- [What you need to do] Only lines containing "tolist" are wanted from the data below. Copy those lines.

- [Exercise materials]
def tables(book):
    names = ("fluid", "material", "swimmer", "rig", "reading", "run", "ledger", "resolved")
    with closing(sqlite3.connect(book.target)) as raw:
        return {t: raw.execute(f"select count(*) from {t}").fetchone()[0] for t in names}


def findings(book, path) -> list[str]:
    """What a load is refused for, one sentence each; nothing may have been written."""
    before = tables(book)
    with pytest.raises(LabbookError) as found:
        book.load(path)
    assert tables(book) == before
    assert isinstance(found.value, Refusal | Refusals)
    return str(found.value).splitlines()


# ---- header and cells


@pytest.mark.parametrize(("header", "cell", "U"), [
    ("U [mm/s]", "0.051(3)", 5.1e-5), ("U (mm/s)", "0.051(3)", 5.1e-5), ("U[um/s]", "51(3)", 5.1e-5), (" U  [ mm/s ] ", " 0.051(3) ", 5.1e-5),
    ("U", "0.051(3) mm/s", 5.1e-5), ("U [m/s]", "0.051(3) mm/s", 5.1e-5),  # the cell's own unit wins
    ("U [mm/s]", "3.06(18) mm/min", 5.1e-5), ("U [mm/s]", "0.051 +- 0.003", 5.1e-5), ("U [mm/s]", "0.051 ± 0.003", 5.1e-5),
    ("U [mm/s]", "5.1(3)e-2", 5.1e-5), ("U [m/s]", "-5.1(3)e-5", -5.1e-5), ("U [mm/s]", "", None),
])  # fmt: skip
def test_a_quantitys_header_and_cell(book, write, header, cell, U):
    book.load(
        write("runs.csv", f'swimmer,fluid,at,f [Hz],"{header}"\nreed-1,syrup,2026-03-02T10:00,0.50,{cell}\n')
    )
    sheet = book.sheet("R-0001")
    assert sheet.values["U"] == (None if U is None else pytest.approx(U, rel=1e-12))
    if U is not None:
        assert sheet.u["U"] == pytest.approx(3e-6, rel=1e-9)


def test_a_temperature_column_in_celsius(book, write):
    book.load(write("runs.csv", "swimmer,fluid,at,f [Hz],T [°C]\nreed-1,syrup,2026-03-02T10:00,0.5,22.0(1)\n"
                                "reed-1,syrup,2026-03-02T10:01,0.5,295.2(1) K\n"))  # fmt: skip
    assert book.runs()["T"].tolist() == pytest.approx([295.15, 295.2])
    assert book.runs()["u_T"].tolist() == pytest.approx([0.1, 0.1])


@pytest.mark.parametrize(("header", "said"), [
    ("speed [mm/s]", "runs has no such column; it has code, swimmer"), ("U [mm/s", "cannot be read; write key [unit]"),
    ("U mm/s", "cannot be read"), ("note [mm]", "a text column has no unit"), ("f [Hz]", "stands twice"), ("f (rpm)", "stands twice"),
])  # fmt: skip
def test_a_bad_header(book, write, header, said):
    (line,) = findings(book, write("runs.csv", HEADER.strip() + f",{header}\n" + ROW.strip() + ",1\n"))
    assert line.startswith(f"runs.csv, header {header!r}: ") and said in line


def test_a_missing_column(book, write):
    (line,) = findings(book, write("runs.csv", "swimmer,at\nreed-1,2026-03-02\n"))
    assert line == "runs.csv, header: lacks fluid, f; every run needs them."


def test_a_unit_in_the_header_that_does_not_fit(book, write):
    (line,) = findings(book, write("runs.csv", HEADER.replace("mm/s", "kg") + ROW))
    assert line.startswith("runs.csv line 2, U '0.051(3)': kg is a mass, and a speed is needed")


@pytest.mark.parametrize("text", [
    HEADER + ROW, "\ufeff" + HEADER + ROW, (HEADER + ROW).replace("\n", "\r\n"), HEADER + "\n,,,,,\n" + ROW + "\n\n",
    (HEADER + ROW).replace(",", ";"), (HEADER + ROW).replace(",", ";").replace("0.", "0,").replace("22.0", "22,0"),
    "\ufeff" + (HEADER + ROW).replace(",", ";").replace("0.", "0,"), (HEADER + ROW).replace(",", "\t"),
    (HEADER + ROW).replace("reed-1", '"reed-1"'), HEADER + ROW.strip(), HEADER + ROW.strip() + ",,,\n",
])  # fmt: skip
def test_separators_marks_and_line_ends(book, write, text):
    book.load(write("runs.csv", text))
    sheet = book.sheet("R-0001")
    assert (
        sheet.values["f"] == 0.5
        and sheet.values["T"] == pytest.approx(295.15)
        and sheet.values["U"] == pytest.approx(5.1e-5)
    )
    assert (sheet.u["f"], sheet.u["U"]) == (pytest.approx(0.005 / 3**0.5), pytest.approx(3e-6))


def test_a_decimal_comma_needs_the_semicolon(book, write):
    (line,) = findings(book, write("runs.csv", HEADER + 'reed-1,syrup,2026-03-02T10:00,"1,000",22.0,0.051\n'))
    assert "may mean a thousand or a decimal comma" in line
    book.load(
        write("semi.csv", HEADER.replace(",", ";") + "reed-1;syrup;2026-03-02T10:00;1,000;22,0;0,051\n")
    )
    assert book.sheet("R-0001").values["f"] == 1.0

- [Task result]
    assert book.runs()["T"].tolist() == pytest.approx([295.15, 295.2])
    assert book.runs()["u_T"].tolist() == pytest.approx([0.1, 0.1])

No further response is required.